I do these all the time. Matter of fact I've got an order for 70 table tops for a restaurant made out of 3 inch thick slabs.

What I do is sand the top til you work your way to a 120 grit sandpaper. Stain the desired color and seal the top with Zinnser seal coat. Let that dry overnight then you will need to prefill any cracks or holes with the epoxy finish. If you don't do this then when you pour your finish coat over the whole top the finish will cave into these cracks or holes and not leave a perfectly flat top. You would then have to put another coat over the whole thing and the finish is expensive. You could also fill these cracks and holes with a wood filler before sanding and staining. The choice is yours.

For the epoxy I use Aristocrat Liquid Glass. I buy mine locally but here is a link for the product.
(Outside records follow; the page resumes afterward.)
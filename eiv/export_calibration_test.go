package eiv

// The Monte Carlo helpers exported to the tests of package eiv_test.
var (
	ShortestInterval  = shortestInterval
	RadixSort         = radixSort
	StudentT          = studentT
	TTwoSidedQuantile = tTwoSidedQuantile
	CoverageK         = coverageK
)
http://www.kimandorsales.com/


----------



## Daren (Oct 14, 2006)

nhwoodsman. It would not hurt a bit to pop over to Big Dave's website http://www.bigdaveswoodworks.com/ . There are some nice examples of what I think you are trying to do.


----------



## Joe Lyddon (Mar 13, 2007)

nhwoodsman said:


> Hello
> Im new to the site and I joined because Im a novice woodworker looking to start building a bar out of a large pine slab I reciently aquired. The slab is about 4'' thick and I've framed the whole bar out but I need to know what the best way to finish it is. Every one that I've seen looks like its been finished with something thicker then a regular stain. If anyone has any info on how to attack finishing this piece please feel free to leave a post.
> 
> Thanks!



Take a look at this project... Looks like it will do what you want.
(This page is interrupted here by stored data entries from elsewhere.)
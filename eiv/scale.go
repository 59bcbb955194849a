package eiv

import "math"

// Scale is a change of units by powers of two, x = 2^X·x′ and y = 2^Y·y′.
// Multiplying by a power of two is exact in binary floating point (unless
// a value falls below the normal range, where it is negligible next to the
// column's largest value), so an estimator that fits the rescaled data and
// transforms the result back with Unscale gives the line of the original
// data without the over- and underflow of squares and products of moments
// (|v| up to 1e150 has squares of 1e300, and products of two such sums
// leave double precision).
//
// The zero Scale is the identity.
type Scale struct{ X, Y int }

// safeExp bounds the exponents (of the largest magnitude in a column) for
// which the estimators work on the data as they are: squares, sums of n
// squares and products of two such sums stay normal for |v| in
// [2^-safeExp, 2^safeExp]. Inside the band rescaling would change nothing
// (powers of two commute exactly with every operation), so it is skipped.
const safeExp = 100

// magnitude returns the binary exponent e of the largest |v| in the
// columns (|v| in [2^(e−1), 2^e)); 0 for columns that are all zero.
func magnitude(cols ...[]float64) int {
	var m float64
	for _, c := range cols {
		m = math.Max(m, maxAbs(c))
	}
	if m == 0 || math.IsInf(m, 0) || math.IsNaN(m) {
		return 0
	}
	_, e := math.Frexp(m)
	return e
}

// maxAbs returns the largest |v| (NaN and ±Inf are not expected here).
func maxAbs(v []float64) float64 {
	var m float64
	for _, x := range v {
		if a := math.Abs(x); a > m {
			m = a
		}
	}
	return m
}

// inBand says whether a column whose largest magnitude is m can be used
// without rescaling.
func inBand(m float64) bool {
	return m == 0 || (m >= 0x1p-100 && m <= 0x1p100)
}

// ScaleFor returns the Scale that brings the largest magnitude of x and of
// sx into [1/2, 1), and that of y and sy (sx and sy may be nil: the
// standard uncertainties share the units of their values). It is the zero
// Scale when every column already lies in the band where no rescaling is
// needed.
func ScaleFor(x, y, sx, sy []float64) Scale {
	ex, ey := magnitude(x, sx), magnitude(y, sy)
	if math.Abs(float64(ex)) <= safeExp && math.Abs(float64(ey)) <= safeExp {
		return Scale{}
	}
	return Scale{X: ex, Y: ey}
}

// IsZero says whether s is the identity.
func (s Scale) IsZero() bool { return s == Scale{} }

// ScaleX returns x·2^−X in a new slice (v itself when X is 0); likewise ScaleY.
func (s Scale) ScaleX(v []float64) []float64 { return scaled(v, -s.X) }

// ScaleY returns y·2^−Y in a new slice (v itself when Y is 0).
func (s Scale) ScaleY(v []float64) []float64 { return scaled(v, -s.Y) }

func scaled(v []float64, e int) []float64 {
	if v == nil || e == 0 {
		return v
	}
	out := make([]float64, len(v))
	for i, x := range v {
		out[i] = math.Ldexp(x, e)
	}
	return out
}

// Lambda returns the error-variance ratio var(y error)/var(x error) in the
// rescaled units: λ·2^(2X−2Y). It may round to 0 or +Inf when the ratio
// leaves double precision; both are the limits Deming's slope formula
// handles (regression of x on y, and of y on x).
func (s Scale) Lambda(lambda float64) float64 {
	if math.IsInf(lambda, 1) {
		return lambda
	}
	return math.Ldexp(lambda, 2*(s.X-s.Y))
}

// Unscale transforms a Fit computed on data rescaled by s back to the
// original units: slopes by 2^(Y−X), intercepts, levels and residual SDs
// by 2^Y, cov(slope, intercept) by 2^(2Y−X), the centre's abscissa by 2^X.
// Dimensionless fields (R², χ², MSWD, p) and Lambda (the caller keeps the
// one it was given) are left alone. relativeResidual says that ResidualSD
// is dimensionless (weighted Deming).
func (s Scale) Unscale(f *Fit, relativeResidual bool) {
	if s.IsZero() {
		return
	}
	slope, level, cov := s.Y-s.X, s.Y, 2*s.Y-s.X
	scaleEstimate(&f.Slope, slope)
	scaleEstimate(&f.Intercept, level)
	f.CovSlopeIntercept = math.Ldexp(f.CovSlopeIntercept, cov)
	if !relativeResidual {
		f.ResidualSD = math.Ldexp(f.ResidualSD, level)
	}
	if c := f.Centre; c != nil {
		s.unscaleCentre(c)
	}
	if j := f.Jackknife; j != nil {
		scaleEstimate(&j.Slope, slope)
		scaleEstimate(&j.Intercept, level)
		j.Cov = math.Ldexp(j.Cov, cov)
		for i := range j.SlopeLOO {
			j.SlopeLOO[i] = math.Ldexp(j.SlopeLOO[i], slope)
		}
		for i := range j.InterceptLOO {
			j.InterceptLOO[i] = math.Ldexp(j.InterceptLOO[i], level)
		}
		if j.Centre != nil && j.Centre != f.Centre {
			s.unscaleCentre(j.Centre)
		}
	}
}

func (s Scale) unscaleCentre(c *Centre) {
	c.X = math.Ldexp(c.X, s.X)
	c.Y = math.Ldexp(c.Y, s.Y)
	c.SE = math.Ldexp(c.SE, s.Y)
	c.Cov = math.Ldexp(c.Cov, 2*s.Y-s.X)
}

func scaleEstimate(e *Estimate, k int) {
	e.Value = math.Ldexp(e.Value, k)
	e.SE = math.Ldexp(e.SE, k)
	e.SEScaled = math.Ldexp(e.SEScaled, k)
	e.CI.Lower = math.Ldexp(e.CI.Lower, k)
	e.CI.Upper = math.Ldexp(e.CI.Upper, k)
}

// sumSquares accumulates Σv² without overflow or underflow as scale²·ssq
// (the scaled update of LAPACK's dlassq, Anderson 2017).
type sumSquares struct{ scale, ssq float64 }

func (s *sumSquares) add(v float64) {
	a := math.Abs(v)
	if a == 0 {
		return
	}
	if s.scale < a {
		r := s.scale / a
		s.ssq = 1 + s.ssq*r*r
		s.scale = a
		return
	}
	r := a / s.scale
	s.ssq += r * r
}

// ratio returns Σu²/Σv² for u = s, v = t, or 0 and false when it leaves
// double precision or t is empty.
func (s sumSquares) ratio(t sumSquares) (float64, bool) {
	if t.scale == 0 || s.scale == 0 {
		return 0, false
	}
	fs, es := math.Frexp(s.scale)
	ft, et := math.Frexp(t.scale)
	q := math.Ldexp((fs/ft)*(fs/ft)*s.ssq/t.ssq, 2*(es-et))
	return q, allFinite(q) && q > 0
}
http://www.woodworkstuff.net/EpoxyPour1.html


----------



## TexasTimbers (Oct 17, 2006)

Hey woodsman I haven't used any yet but in my research a couple months ago I located this company. The product is the most reasonable in price I found ($33 a gallon)but they have excellent price breaks on top of that.

They also have a highly detailed pdf application guide that also includes a table which tells you exactly how much to mix, down to the ounce, for your particular project. There are two tables. One for a "seal coat" and one for a "flood coat". 

There are tons of choices out there but this is the product which caught my eye.

Dave with that many tables to do you could buy their 16 gallon kit at a cost of $22.75 per gallon and put the difference in your pocket. I did a google search on the product back then and found nothing but good things said about it. 

U.S. Composites Kleer Koat


----------



## Joe Lyddon (Mar 13, 2007)

Hey!

That stuff looks like a real WINNER!

Thank you! Good Link!


----------